Toxicity of tobramycin includes nephrotoxicity and ototoxicity, which may be seen respectively in 10–20% and 10% of the patients with serum trough concentrations > 2.0 mg/l [2]. However, accumulation of tobramycin in renal cortical cells is seen even when trough concentrations do not exceed this limit, potentially resulting in damage to proximal tubuli [7]. Thus, it cannot be excluded that prolonged detectable serum concentrations of tobramycin are toxic even if lower than 2.0 mg/l.

The major limitation of our study is its small size. Furthermore, we only studied patients with acute renal failure requiring CVVH. Tobramycin clearance by CVVH may be approximately 80% of ultrafiltrate rate (35 ml/h in our study) [8]. In patients with renal failure not treated with renal replacement therapy, the likelihood of accumulation of tobramycin in serum may be even higher. Although the risk of toxic serum concentrations will be lower in patients with no major impairment of renal function, prolonged use of SDD may lead to detectable serum tobramycin concentrations in these patients too [2, 5, 6]. We did not study factors that influence the enteric absorption of tobramycin. It may be hypothesized that tobramycin absorption is higher in patients with a decreased gut barrier function. Indeed, increased absorption of polyethylene glycol has been shown in patients with inflammatory bowel disease [9]. In normal conditions enteral absorption of tobramycin in humans is very low due to active efflux of the drug by P-glycoprotein in the brush border of the intestinal mucosa [10]. If the intestinal mucosa is damaged for any reason, this efflux pump may not function optimally and tobramycin absorption is then increased. Interestingly, in our study the highest tobramycin concentrations were exclusively found in patients with intestinal ischemia.

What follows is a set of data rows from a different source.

from pathlib import Path

import pytest

from diskwatch.machine.redundancy import arrays_on
from diskwatch.machine.stacks import stack_on
from diskwatch.machine.zfs import pools
from diskwatch.records.array import Array
from tests.machine.trees import Tree


def md(tree: Tree, *below: Path, level="raid1", members="2", degraded="0", action="idle") -> None:
    place = tree.stacked("md0", "9:0", *below)
    for part in below:
        link = place / "slaves" / part.name
        link.parent.mkdir(exist_ok=True)
        link.symlink_to(part)
    files = {"level": level, "raid_disks": members, "degraded": degraded, "sync_action": action}
    for name, content in files.items():
        if content is not None:
            tree.put(place / "md" / name, content)


def of(tree: Tree, *blocks: str) -> tuple[Array, ...]:
    return arrays_on(stack_on(tree.sys, blocks), sys_root=tree.sys, pools=pools(tree.proc))


def elsewhere(tree: Tree, **array: str | None) -> bool | None:
    md(tree, tree.sata("sda", "8:0"), tree.sata("sdb", "8:16", port=4), **array)
    (found,) = of(tree, "sda")
    return found.elsewhere


def test_a_lone_drive_is_a_part_of_nothing(tree: Tree):
    tree.partition(tree.sata(), "sda1", "8:1")
    assert of(tree, "sda") == ()


def test_a_mirror_over_two_drives_is_told_of_both(tree: Tree):
    md(tree, tree.sata("sda", "8:0"), tree.sata("sdb", "8:16", port=4))
    mirror = Array(kind="md", name="md0", level="raid1", members=2, missing=0, rebuilding=False, elsewhere=True)
    assert of(tree, "sda") == of(tree, "sdb") == (mirror,)


@pytest.mark.parametrize(
    ("array", "outlives"),
    [
        (("raid1", "2", "1", "idle"), False),
        (("raid1", "3", "1", "idle"), True),
        (("raid1", "2", "1", "recover"), False),
        (("raid1", "2", "0", "resync"), None),
        (("raid5", "3", "0", "check"), True),
        (("raid5", "3", "1", "recover"), False),
        (("raid6", "4", "1", "recover"), True),
        (("raid6", "4", "2", "idle"), False),
        (("raid10", "4", "0", "idle"), True),
        (("raid10", "4", "1", "idle"), None),
        (("raid0", "2", None, None), False),
        (("linear", "2", None, None), False),
        (("raid1", "2", None, "idle"), None),
        (("faulty", "2", "0", "idle"), None),
        ((None, "2", "0", "idle"), None),
    ],
)
def test_whether_the_fellows_hold_the_same_follows_from_level_and_members(tree: Tree, array, outlives):
    level, members, degraded, action = array
    assert elsewhere(tree, level=level, members=members, degraded=degraded, action=action) is outlives


def test_a_mirror_with_both_halves_on_one_drive_is_no_mirror(tree: Tree):
    disk = tree.sata()
    md(tree, tree.partition(disk, "sda1", "8:1"), tree.partition(disk, "sda2", "8:2"))
    (found,) = of(tree, "sda")
    assert found.elsewhere is False


@pytest.mark.parametrize(
    ("data", "metadata", "outlives"),
    [("raid1", "raid1", True), ("single", "raid1", False), ("raid1", "dup", False), (None, None, None)],
)
def test_a_btrfs_over_two_drives_is_told_with_its_profile(tree: Tree, data, metadata, outlives):
    tree.btrfs("0000-INV", tree.sata("sda", "8:0"), tree.sata("sdb", "8:16", port=4))
    tree.put(tree.sys / "fs/btrfs/0000-INV/label", "pictures")
    for sort, profile in (("data", data), ("metadata", metadata)):
        if profile is not None:
            tree.put(tree.sys / "fs/btrfs/0000-INV/allocation" / sort / profile / "used_bytes", "1")
            tree.put(tree.sys / "fs/btrfs/0000-INV/allocation" / sort / "bytes_used", "1")
    (found,) = of(tree, "sdb")
    assert (found.kind, found.name, found.level, found.members) == ("btrfs", "pictures", data, 2)
    assert found.elsewhere is outlives


def test_a_btrfs_with_more_than_one_device_on_the_drive_leaves_it_open(tree: Tree):
    disk = tree.sata()
    one, two = tree.partition(disk, "sda1", "8:1"), tree.partition(disk, "sda2", "8:2")
    tree.btrfs("0000-INV", one, two)
    tree.put(tree.sys / "fs/btrfs/0000-INV/allocation/data/raid1/used_bytes", "1")
    (found,) = of(tree, "sda")
    assert found.elsewhere is None


def test_a_btrfs_on_one_device_shares_nothing(tree: Tree):
    tree.btrfs("0000-INV", tree.sata())
    assert of(tree, "sda") == ()


def test_a_volume_over_two_drives_may_be_a_mirror_or_the_opposite(tree: Tree):
    first, second = tree.sata("sda", "8:0"), tree.sata("sdb", "8:16", port=4)
    place = tree.stacked("dm-0", "253:0", first, second, dm_name="vg-data")
    tree.put(place / "dm/uuid", "LVM-INVENTED")
    (place / "slaves").mkdir()
    for part in (first, second):
        (place / "slaves" / part.name).symlink_to(part)
    assert of(tree, "sda") == (Array(kind="dm", name="vg-data", members=2),)


def test_a_volume_on_one_drive_alone_and_an_encrypted_one_share_nothing(tree: Tree):
    disk = tree.sata()
    for name, uuid in (("dm-0", "LVM-INVENTED"), ("dm-1", "CRYPT-LUKS2-INVENTED")):
        place = tree.stacked(name, f"253:{name[-1]}", disk, dm_name=name)
        tree.put(place / "dm/uuid", uuid)
        (place / "slaves").mkdir()
        (place / "slaves" / "sda").symlink_to(disk)
    assert of(tree, "sda") == ()


def test_how_a_pool_spreads_what_it_holds_is_not_known(tree: Tree):
    tree.partition(tree.sata(), "sda1", "8:1", label="zfs-00c0ffee00c0ffee")
    tree.zfs("tank")
    assert of(tree, "sda") == (Array(kind="zfs", name="tank"),)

In conclusion, administration of SDD can lead to detectable and potentially toxic serum concentrations of tobramycin in patients with renal failure. More studies are needed to identify factors related to increased enteral absorption of tobramycin. We recommend determination of plasma concentrations of tobramycin in all ICU patients with severely impaired renal function and on prolonged treatment with SDD.